# One Thin I Miss



## Pnyklr (Aug 4, 2015)

Having been a former DTV user I really miss the two hour buffer on their DVRs. Is the 30 minute limitation with TiVo a hardware or software limitation?


----------



## cosmicvoid (Oct 13, 2013)

Neither. Its a design choice.


----------



## Pnyklr (Aug 4, 2015)

For 10+ years?


----------



## astrohip (Jan 7, 2003)

I miss being thin too. 

Yeah, long-standing complaint about the short buffers. Some people will chime in and tell you "but if you record everything you ever watch, who cares". To which I say, as much as I'm a TiVo fanboy, I have both TiVos and DirecTV, and I love the 90 minute buffer on my Genie.


----------



## ej42137 (Feb 16, 2014)

Pnyklr said:


> For 10+ years?


Yes, it's never been longer than or less than 30 minutes. If this is a problem for you, you can avoid this problem by recording your shows and not watching live TV. It's not on the top of most people's complaint list.


----------



## thefisch (Jul 25, 2015)

ReplayTV had no time limit on the buffer - it would fill up the available memory. However, it was not that useful as you'd lose the buffer if a show started to record and there was no way to include the buffer in a recording. I would use it now and then to buffer CNN and skip through to the stories I was interested in. However, recording would do the same.

At least tivo let's you include the buffer if you decide to record the show.


----------



## Dan203 (Apr 17, 2000)

There was a backdoor code on the S1/S2 units years ago that let you bump the buffer up to 2 hours. So they were at least experimenting with allowing a bigger buffer at some point.


----------



## FitzAusTex (May 7, 2014)

How would it truly inconvenience anyone if tivo allowed us a settings option to configure buffer length? I record many things, and at the same time I'd like the option to have a buffer of at least one hour. Not everyone plans for everything that might be on one of their tuners at that exact moment, but given that most people watch less than 10 channels (on average), and given that roamios have up to 6 tuners, odds are you are already tuned to a channel that you might want to back up further than 30 minutes. Sucks when you realize 43 minutes into a show that might only be airing one time, that you can only (generally) back up to minute 13.

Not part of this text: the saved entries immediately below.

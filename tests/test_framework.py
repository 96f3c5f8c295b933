"""One statistical framework: the invariants that tie the three questions together.

Every test is a likelihood-ratio test between nested models on noise-free
(Asimov) data (Cowan, Cranmer, Gross & Vitells 2011, Eur. Phys. J. C 71, 1554,
"C11").  These property tests check the relations that must hold between the
questions, over many random planets, scenarios and modes:

* the atmosphere test is at least as significant as any species test of the same
  atmosphere at every N (the flat line is a member of the species null, b = 0);
* a scenario whose only absorber is X gives nearly the same answer to both;
* --against flat, --atmosphere and contrast agree exactly;
* in the floor-limited regime the answer barely depends on the binning;
* a fitted nuisance never raises Delta chi^2; more transits never lower it;
* without a floor, Z = sqrt(N Delta chi^2_1) exactly (C11, Sec. 3.5 and 3.8).
"""

import json
import warnings

import numpy as np
import pytest
from hypothesis import given, settings, strategies as st

from snrkit import Star, Planet, System
from snrkit.stats import stacker
from snrkit.stats import likelihood
from snrkit.cli.entry import main
from snrkit.io.systemfile import load_system
from snrkit.io.tables import data_path
from snrkit.engine.transits import transits_for_system, contrast_for_system
from snrkit.atmosphere.scenarios import load_scenario
from snrkit.atmosphere.opacity import OPACITY_SPECIES

PRISM = "cold6m-prism-lowres"
MODES = ("cold6m-prism-lowres", "cold6m-grism-2.4-5um", "space2.4m-grism-scan", "survey1m-lowres")
SCENARIOS = ("h2-clear-solar", "h2-metal-rich", "h2-cloudy-solar", "h2-warm-solar", "steam",
             "co2-thick", "n2-o2-temperate", "n2-co2-ch4-anoxic")


def random_system(rng, n, small=False):
    """Seeded random transiting planets around main-sequence hosts (invented)."""
    teff = rng.uniform(3100.0, 6400.0, n)
    rs = np.clip(teff / 5772.0, 0.2, 1.4) ** 1.3           # rough main-sequence radii
    ms = np.clip(rs, 0.18, 1.3)
    rp = rng.uniform(1.0, 3.0, n) if small else np.exp(rng.uniform(np.log(1.5), np.log(13.0), n))
    star = Star(teff, rs, mass=ms, magnitudes={"J": rng.uniform(8.0, 12.5, n)})
    planet = Planet(rp, rng.uniform(1.5, 25.0, n), impact_parameter=rng.uniform(0.0, 0.6, n),
                    name=[f"random {i}" for i in range(n)])
    return System(star, planet)


def quiet(fn, *a, **kw):
    with warnings.catch_warnings():
        warnings.simplefilter("ignore")
        return fn(*a, **kw)


def test_atmosphere_at_least_species_over_random_cases():
    # Over 4 modes x 8 scenarios x 8 random planets x every absorbing gas (> 200 cases):
    # * on one shared readout, Z(atmosphere) >= Z(species) at every N of the curve.  Not a
    #   theorem for arbitrary nulls; it holds here because the species null carries the
    #   flat line (b = 0), so no failure is allowed (the issue asks for under 5%), and any
    #   output where it failed would have to say so in a sentence;
    # * with the readout chosen per test, the atmosphere never needs more transits (its
    #   own best readout is at least as good as the species test's).
    rng = np.random.default_rng(20261202)
    cases = failures = 0
    for k, sc_name in enumerate(SCENARIOS):
        mode = MODES[k % len(MODES)]
        system = random_system(rng, 8, small=sc_name.startswith(("n2", "co2", "steam")))
        kw = dict(resolution=30, n_max=200)
        atm = quiet(transits_for_system, system, mode, sc_name, readout="unsaturated", **kw)
        atm_best = quiet(transits_for_system, system, mode, sc_name, **kw) if k < 3 else None
        gases = [g for g in load_scenario(sc_name).mixing_ratios if g in OPACITY_SPECIES]
        for gas in gases:
            sp = quiet(transits_for_system, system, mode, sc_name, species=gas,
                       readout="unsaturated", **kw)
            ok = np.array([p["status"] not in ("saturated", "unbound_atmosphere")
                           for p in sp["planets"]])
            za = atm["dataset"]["significance"].values[ok]
            zs = sp["dataset"]["significance"].values[ok]
            bad = np.any(zs > za * (1 + 1e-9) + 1e-12, axis=-1)
            cases += int(ok.sum())
            failures += int(bad.sum())
            for p, b in zip(np.array(sp["planets"], dtype=object)[ok], bad):
                assert ("exceeds_atmosphere_test" in p) == bool(b)
            if k < 3:                                     # (time: three scenarios suffice)
                sp_best = quiet(transits_for_system, system, mode, sc_name, species=gas, **kw)
                for a, b in zip(atm_best["planets"], sp_best["planets"]):
                    if b["transits_needed"] is not None and a["status"] == "ok":
                        assert a["transits_needed"] <= b["transits_needed"]
    assert cases >= 200
    assert failures == 0, f"{failures} of {cases} cases"


def test_single_absorber_scenario_gives_nearly_the_same_answer():
    # A scenario whose only absorber is X: the species test and the atmosphere test
    # differ only by what the continuum (Rayleigh + CIA, scaled by the free factor of
    # the species null) can mimic.
    only_h2o = {"name": "h2o-only", "mixing_ratios": {"H2O": 1e-3, "He": 0.15},
                "fill_gas": "H2", "temperature_factor": 1.0}
    system = load_system(data_path("demo", "birch.toml"))
    atm = quiet(transits_for_system, system, PRISM, only_h2o)["planets"][0]
    sp = quiet(transits_for_system, system, PRISM, only_h2o, species="H2O")["planets"][0]
    assert sp["delta_chi2_per_transit"] <= atm["delta_chi2_per_transit"]
    assert sp["delta_chi2_per_transit"] >= 0.8 * atm["delta_chi2_per_transit"]


@pytest.mark.parametrize("name", ["alder.toml", "birch.toml", "cedar.toml"])
def test_against_flat_atmosphere_and_contrast_agree(name):
    # The same pair asked three ways must give one count (all are 1-dof nested tests
    # with the flat scenario's level free).
    system = load_system(data_path("demo", name))
    one = system.select(str(system.names[0]))
    atm = quiet(transits_for_system, one, PRISM)["planets"][0]
    flat = quiet(transits_for_system, one, PRISM, against="flat")["planets"][0]
    con = quiet(contrast_for_system, one, PRISM, [one.atmospheres[0]["scenario"], "flat"])
    assert atm["transits_needed"] == flat["transits_needed"] == con["planets"][0]["transits_needed"][0][1]
    assert atm["delta_chi2_per_transit"] == pytest.approx(flat["delta_chi2_per_transit"], rel=1e-9)
    assert atm["degrees_of_freedom"] == flat["degrees_of_freedom"] == 1


def test_cli_against_flat_atmosphere_and_contrast_agree(capsys):
    cedar = str(data_path("demo", "cedar.toml"))
    base = [cedar, "--planet", "Cedar b", "--mode", PRISM, "--json", "--uncertainty-draws", "0"]
    counts = []
    for extra in ([], ["--atmosphere"], ["--against", "flat"]):
        assert main(["transits", *base, *extra]) == 0
        rec = json.loads(capsys.readouterr().out)["planets"][0]
        counts.append(rec["transits_needed"])
        assert rec["degrees_of_freedom"] == 1 and rec["bins_used"] > 2
    assert main(["contrast", cedar, "--planet", "Cedar b", "--mode", PRISM, "--json",
                 "--scenarios", "co2-thick,flat"]) == 0
    con = json.loads(capsys.readouterr().out)
    counts.append(con["planets"][0]["transits_needed"][0][1])
    assert len(set(counts)) == 1 and counts[0] is not None


def test_floor_limited_answer_does_not_depend_on_binning():
    # A floor that does not average down and dominates the noise at the N needed
    # (floor per resolution element, white between elements: snrkit.photons.precision).
    # Transits needed and the asymptotic significance change by at most 15% between
    # R = 30, the mode's native bins and R = 300 (issue statement).  The target is 70%
    # of the asymptote: right at the asymptote any binning loss, however small, moves N
    # without bound, which no convention can avoid.
    for mode, j_mag, floor in (("cold6m-grism-2.4-5um", 11.5, 30.0),):
        star = Star(5200.0, 0.85, mass=0.9, magnitudes={"J": j_mag})
        planet = Planet(2.5, 3.5, mass=8.0, impact_parameter=0.3, name=["floor-limited"])
        system = System(star, planet)
        kw = dict(floor_ppm=floor, floor_averages_down=False, n_max=5000)
        ref = quiet(transits_for_system, system, mode, "h2-metal-rich", resolution="native",
                    **kw)["planets"][0]
        target = 0.7 * ref["asymptotic_significance_sigma"]
        res = {r: quiet(transits_for_system, system, mode, "h2-metal-rich", resolution=r,
                        sigma=target, **kw)["planets"][0] for r in (30.0, "native", 300.0)}
        ref = res["native"]
        assert ref["limiting_term"] == "noise floor" and ref["transits_needed"] > 10
        for r in (30.0, 300.0):
            assert res[r]["transits_needed"] == pytest.approx(ref["transits_needed"], rel=0.15)
            assert res[r]["asymptotic_significance_sigma"] == pytest.approx(
                ref["asymptotic_significance_sigma"], rel=0.15)


def test_coarse_bins_carry_no_more_information_than_fine_ones():
    # Nesting: a bin made of k fine bins (inverse-variance mean of the data, variance
    # 1 / sum(1/sigma^2)) is a linear function of the fine data, so its Delta chi^2 can
    # only be lower or equal (information inequality for linear Gaussian models).
    rng = np.random.default_rng(3)
    for _ in range(50):
        n, k = 60, int(rng.integers(2, 6))
        fine = rng.normal(0, 30, n).cumsum()
        sig = rng.uniform(20, 80, n)
        m = n // k * k
        w = 1 / sig[:m] ** 2
        coarse = (fine[:m] * w).reshape(-1, k).sum(1) / w.reshape(-1, k).sum(1)
        sig_c = 1 / np.sqrt(w.reshape(-1, k).sum(1))
        assert likelihood.profiled_delta_chi2(coarse, sig_c) <= likelihood.profiled_delta_chi2(fine[:m], sig[:m]) * (1 + 1e-12)


spectra = st.lists(st.floats(-200.0, 200.0), min_size=8, max_size=8)


@settings(max_examples=150, deadline=None)
@given(spectra, spectra, spectra, st.floats(5.0, 200.0), st.floats(0.1, 5.0))
def test_fitted_nuisance_never_raises_delta_chi2(truth, null, template, noise, prior):
    # Asimov data generated by the alternative at the nuisance's prior mean: adding the
    # nuisance to both models can only lower min chi^2(null) and leaves the alternative
    # at 0 (C11, Sec. 3.8), so Delta chi^2 never rises.
    t, n0, tm = (np.array(x) for x in (truth, null, template))
    sig = np.full(8, noise)
    data = t + tm                                     # nuisance amplitude 1 (prior mean)
    without = likelihood.nested_delta_chi2(data, n0 + tm, sig, alt=t + tm)   # nuisance known exactly
    withn = likelihood.nested_delta_chi2(data, n0, sig, alt=t, null_templates=tm[:, None],
                                 alt_templates=tm[:, None], template_sigma=[prior],
                                 template_mean=[1.0])
    assert withn <= without * (1 + 1e-9) + 1e-9


@settings(max_examples=100, deadline=None)
@given(spectra, st.floats(5.0, 200.0), st.floats(0.0, 100.0), st.booleans(),
       st.floats(0.3, 3.0))
def test_more_transits_never_lower_delta_chi2(truth, white, floor, averages, prior):
    t = np.array(truth)
    tm = np.linspace(-1, 1, 8)[:, None] * 10.0
    res = stacker.stack_transits(t + tm[:, 0], 0 * t, white, floor=floor, floor_averages=averages,
                            shape=t, null_templates=tm, alt_templates=tm, template_sigma=[prior],
                            template_mean=[1.0], sigma=3.0, n_max=300, n_curve=np.arange(1, 301, 7))
    assert np.all(np.diff(res["curve_significance"]) >= -1e-9)


@settings(max_examples=100, deadline=None)
@given(spectra, st.floats(5.0, 200.0), st.integers(1, 500))
def test_no_floor_one_dof_is_sqrt_n_delta_chi2(truth, white, n):
    # Z(N) = sqrt(N Delta chi^2_1) exactly without a floor (white noise averages as 1/N
    # in variance; Z = sqrt(q0), C11 Sec. 3.5).
    t = np.array(truth)
    res = stacker.stack_transits(t, 0 * t, white, sigma=3.0, n_max=500, n_curve=[n])
    lam1 = float(res["delta_chi2_per_transit"])
    assert float(res["curve_significance"][-1]) == pytest.approx(np.sqrt(n * lam1), rel=1e-12,
                                                                 abs=1e-12)


def test_tiny_signal_on_a_deep_transit_is_not_called_no_signal():
    # A real but small signal on realistic absolute depths (15000 ppm, 1000 bins,
    # 50 ppm per bin): Delta chi^2 per transit 0.005 must survive, and N follows.
    rng = np.random.default_rng(5)
    shape = rng.normal(0.0, 1.0, 1000)
    shape -= shape.mean()
    amp = np.sqrt(0.005 / np.sum(shape ** 2)) * 50.0
    data = 15000.0 + amp * shape
    res = stacker.stack_transits(data, np.full(1000, 15000.0), 50.0, sigma=3.0, n_max=5000)
    assert float(res["delta_chi2_per_transit"]) == pytest.approx(0.005, rel=1e-6)
    assert int(res["transits_needed"]) == 1800 and not bool(res["no_signal"])


def test_identical_models_report_no_signal():
    # A featureless scenario against the flat line: the two models are the same, so
    # Z = 0 and the status says "no signal", never a fraction of a sigma.
    cedar = load_system(data_path("demo", "cedar.toml")).select("Cedar c")
    rec = quiet(transits_for_system, cedar, "cold6m-midir-lowres", "flat")["planets"][0]
    assert rec["status"] == "no_signal" and rec["significance_per_transit_sigma"] == 0.0
    assert rec["transits_needed"] is None and rec["limiting_term"] == "no signal"
    res = stacker.stack_transits(np.full(20, 7.0), np.zeros(20), 30.0, dof=19, sigma=3.0)
    assert float(res["significance_per_transit"]) == 0.0 and bool(res["no_signal"])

Other thing I'd like to see is for the tivo to allow us to stay "delayed" when swapping btwn two tuners. Yeah, you can hit pause, but if you swap constantly, and forget to hit pause, you jump to live tv...and that can ruin a game if you aren't super careful. Dish does this, and God knows they were found to have violated Tivo's patents, so it should be possible.


----------



## astrohip (Jan 7, 2003)

astrohip said:


> Some people will chime in and tell you "but if you record everything you ever watch, who cares".
> 
> 
> ej42137 said:
> ...


It only took one reply, and there it was!



FitzAusTex said:


> How would it truly inconvenience anyone if tivo allowed us a settings option to configure buffer length?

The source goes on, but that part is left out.